Print all of the data exactly as written.
── Recorded data ──
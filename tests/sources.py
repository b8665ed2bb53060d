"""Outside truth: id -> full citation, or library with version. The only list of sources; a test names its source with `@source`.

Values quoted from memory and facts of the trade without a source are entries too, and say so.
"""

from collections.abc import Callable
from typing import Any, TypeVar

F = TypeVar("F", bound=Callable[..., Any])

SOURCES: dict[str, str] = {
    "common practice": "Common practice of the trade, no source.",
    "zlib": "CRC-32 of the Python standard library's zlib (the IEEE 802.3 polynomial).",
    "msgpack-spec": "MessagePack specification, github.com/msgpack/msgpack, spec.md: formats of integers, floats, arrays, maps.",
    "msgpack-vectors": "kawanet/msgpack-test-suite, github.com: published values with every legal form of each.",
    "msgpack-python": "Python package msgpack >= 1.0, another implementation of the format.",
    "crc-check": "CRC catalogue of G. Cook, CRC-32/ISO-HDLC: check 0xCBF43926, residue 0xDEBB20E3 (from memory).",
    "arm6_1986": "Armstrong, Khatib, Burdick, IEEE ICRA 1986, pp. 510-518, doi 10.1109/ROBOT.1986.1087644; from memory.",
    "textbook mechanics": "Elementary mechanics, in every textbook; derived by hand in the test.",
    "textbook mathematics": "Elementary mathematics, in every textbook; derived by hand in the test.",
    "featherstone2008": "R. Featherstone, Rigid Body Dynamics Algorithms, Springer 2008.",
    "pin": "Python wheel pin 4.1.0 (pinocchio), C++ rigid-body dynamics library.",
    "mujoco": "Python wheel mujoco 4.0.0, physics engine; compared in float64.",
    "numpy": "NumPy, its documented statistics functions.",
    "fips180-4": "NIST, FIPS PUB 180-4, Secure Hash Standard, 2015: SHA-256.",
    "rfc8259": "RFC 8259, The JavaScript Object Notation (JSON) Data Interchange Format, 2017.",
    "pep427": "PEP 427, The Wheel Binary Package Format 1.0, 2012.",
    "abramowitz1964": "M. Abramowitz, I. Stegun, Handbook of Mathematical Functions, 1964, ch. 17; from memory.",
    "landau1976": "L. D. Landau, E. M. Lifshitz, Mechanics, 3rd ed. 1976; from memory, integrated by hand in the test.",
    "cgpm1901": "3rd General Conference on Weights and Measures, 1901: standard gravity 9.80665 m/s^2 exactly.",
    "kelly2005": "R. Kelly, V. Santibanez, A. Loria, Control of Robot Manipulators in Joint Space, Springer, 2005 (from memory).",
    "flash-hogan1985": "T. Flash, N. Hogan, The coordination of arm movements, J. Neuroscience 5(7), 1985, pp. 1688-1703.",
    "takegaki-arimoto1981": "M. Takegaki, S. Arimoto, ASME J. Dynamic Systems, Measurement and Control 103, 1981, pp. 119-125.",
    "routh": "Routh-Hurwitz criterion, any textbook of control, e.g. Craig, Introduction to Robotics.",
    "siciliano2009": "B. Siciliano, L. Sciavicco, L. Villani, G. Oriolo, Robotics, Springer, 2009 (from memory).",
    "astrom-hagglund1995": "K. J. Astrom, T. Hagglund, PID Controllers: Theory, Design, and Tuning, 1995, sec. 3.5 (from memory).",
    "franklin1998": "G. F. Franklin, J. D. Powell, M. Workman, Digital Control of Dynamic Systems, 3rd ed. 1998 (from memory).",
    "graham-lathrop1953": "D. Graham, R. C. Lathrop, The Synthesis of Optimum Transient Response, Trans. AIEE 72, 1953, 273-288.",
    "mayeda1990": "H. Mayeda, K. Yoshida, K. Osuka, IEEE Trans. Robotics and Automation 6(3), 1990, 312-321 (from memory).",
    "gautier-khalil1990": "M. Gautier, W. Khalil, IEEE Trans. Robotics and Automation 6(3), 1990, 368-373 (from memory).",
    "khatib1987": "O. Khatib, IEEE J. Robotics and Automation 3(1), 1987, 43-53 (from memory).",
    "wgs84": "WGS 84 normal gravity, Somigliana's formula, NIMA TR8350.2: equator 9.7803253359, pole 9.8321849378.",
    "scipy": "SciPy >= 1.15, general-purpose numerical library.",
}


def source(identifier: str, where: str = "") -> Callable[[F], F]:
    """Name the source of the numbers or the rule a test checks against: an id of `SOURCES`, and where in it.

    Raises KeyError for an id that is not listed, when the test module is imported.
    """
    citation = SOURCES[identifier]

    def attach(test: F) -> F:
        test.sources = [*getattr(test, "sources", []), (citation, where)]  # type: ignore[attr-defined]  # functions take attributes
        return test

    return attach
───
» Written response
filename tests/sources.py
repository b8665ed2bb53060d
"""Outside truth: id -> full citation, or library with version. The only list of sources; a test names its source with `@source`.

Values quoted from memory and facts of the trade without a source are entries too, and say so.
"""

from collections.abc import Callable
from typing import Any, TypeVar

F = TypeVar("F", bound=Callable[..., Any])

SOURCES: dict[str, str] = {
    "common practice": "Common practice of the trade, no source.",
    "zlib": "CRC-32 of the Python standard library's zlib (the IEEE 802.3 polynomial).",
    "msgpack-spec": "MessagePack specification, github.com/msgpack/msgpack, spec.md: formats of integers, floats, arrays, maps.",
    "msgpack-vectors": "kawanet/msgpack-test-suite, github.com: published values with every legal form of each.",
    "msgpack-python": "Python package msgpack >= 1.0, another implementation of the format.",
    "crc-check": "CRC catalogue of G. Cook, CRC-32/ISO-HDLC: check 0xCBF43926, residue 0xDEBB20E3 (from memory).",
    "arm6_1986": "Armstrong, Khatib, Burdick, IEEE ICRA 1986, pp. 510-518, doi 10.1109/ROBOT.1986.1087644; from memory.",
    "textbook mechanics": "Elementary mechanics, in every textbook; derived by hand in the test.",
    "textbook mathematics": "Elementary mathematics, in every textbook; derived by hand in the test.",
    "featherstone2008": "R. Featherstone, Rigid Body Dynamics Algorithms, Springer 2008.",
    "pin": "Python wheel pin 4.1.0 (pinocchio), C++ rigid-body dynamics library.",
    "mujoco": "Python wheel mujoco 4.0.0, physics engine; compared in float64.",
    "numpy": "NumPy, its documented statistics functions.",
    "fips180-4": "NIST, FIPS PUB 180-4, Secure Hash Standard, 2015: SHA-256.",
    "rfc8259": "RFC 8259, The JavaScript Object Notation (JSON) Data Interchange Format, 2017.",
    "pep427": "PEP 427, The Wheel Binary Package Format 1.0, 2012.",
    "abramowitz1964": "M. Abramowitz, I. Stegun, Handbook of Mathematical Functions, 1964, ch. 17; from memory.",
    "landau1976": "L. D. Landau, E. M. Lifshitz, Mechanics, 3rd ed. 1976; from memory, integrated by hand in the test.",
    "cgpm1901": "3rd General Conference on Weights and Measures, 1901: standard gravity 9.80665 m/s^2 exactly.",
    "kelly2005": "R. Kelly, V. Santibanez, A. Loria, Control of Robot Manipulators in Joint Space, Springer, 2005 (from memory).",
    "flash-hogan1985": "T. Flash, N. Hogan, The coordination of arm movements, J. Neuroscience 5(7), 1985, pp. 1688-1703.",
    "takegaki-arimoto1981": "M. Takegaki, S. Arimoto, ASME J. Dynamic Systems, Measurement and Control 103, 1981, pp. 119-125.",
    "routh": "Routh-Hurwitz criterion, any textbook of control, e.g. Craig, Introduction to Robotics.",
    "siciliano2009": "B. Siciliano, L. Sciavicco, L. Villani, G. Oriolo, Robotics, Springer, 2009 (from memory).",
    "astrom-hagglund1995": "K. J. Astrom, T. Hagglund, PID Controllers: Theory, Design, and Tuning, 1995, sec. 3.5 (from memory).",
    "franklin1998": "G. F. Franklin, J. D. Powell, M. Workman, Digital Control of Dynamic Systems, 3rd ed. 1998 (from memory).",
    "graham-lathrop1953": "D. Graham, R. C. Lathrop, The Synthesis of Optimum Transient Response, Trans. AIEE 72, 1953, 273-288.",
    "mayeda1990": "H. Mayeda, K. Yoshida, K. Osuka, IEEE Trans. Robotics and Automation 6(3), 1990, 312-321 (from memory).",
    "gautier-khalil1990": "M. Gautier, W. Khalil, IEEE Trans. Robotics and Automation 6(3), 1990, 368-373 (from memory).",
    "khatib1987": "O. Khatib, IEEE J. Robotics and Automation 3(1), 1987, 43-53 (from memory).",
    "wgs84": "WGS 84 normal gravity, Somigliana's formula, NIMA TR8350.2: equator 9.7803253359, pole 9.8321849378.",
    "scipy": "SciPy >= 1.15, general-purpose numerical library.",
}


def source(identifier: str, where: str = "") -> Callable[[F], F]:
    """Name the source of the numbers or the rule a test checks against: an id of `SOURCES`, and where in it.

    Raises KeyError for an id that is not listed, when the test module is imported.
    """
    citation = SOURCES[identifier]

    def attach(test: F) -> F:
        test.sources = [*getattr(test, "sources", []), (citation, where)]  # type: ignore[attr-defined]  # functions take attributes
        return test

    return attach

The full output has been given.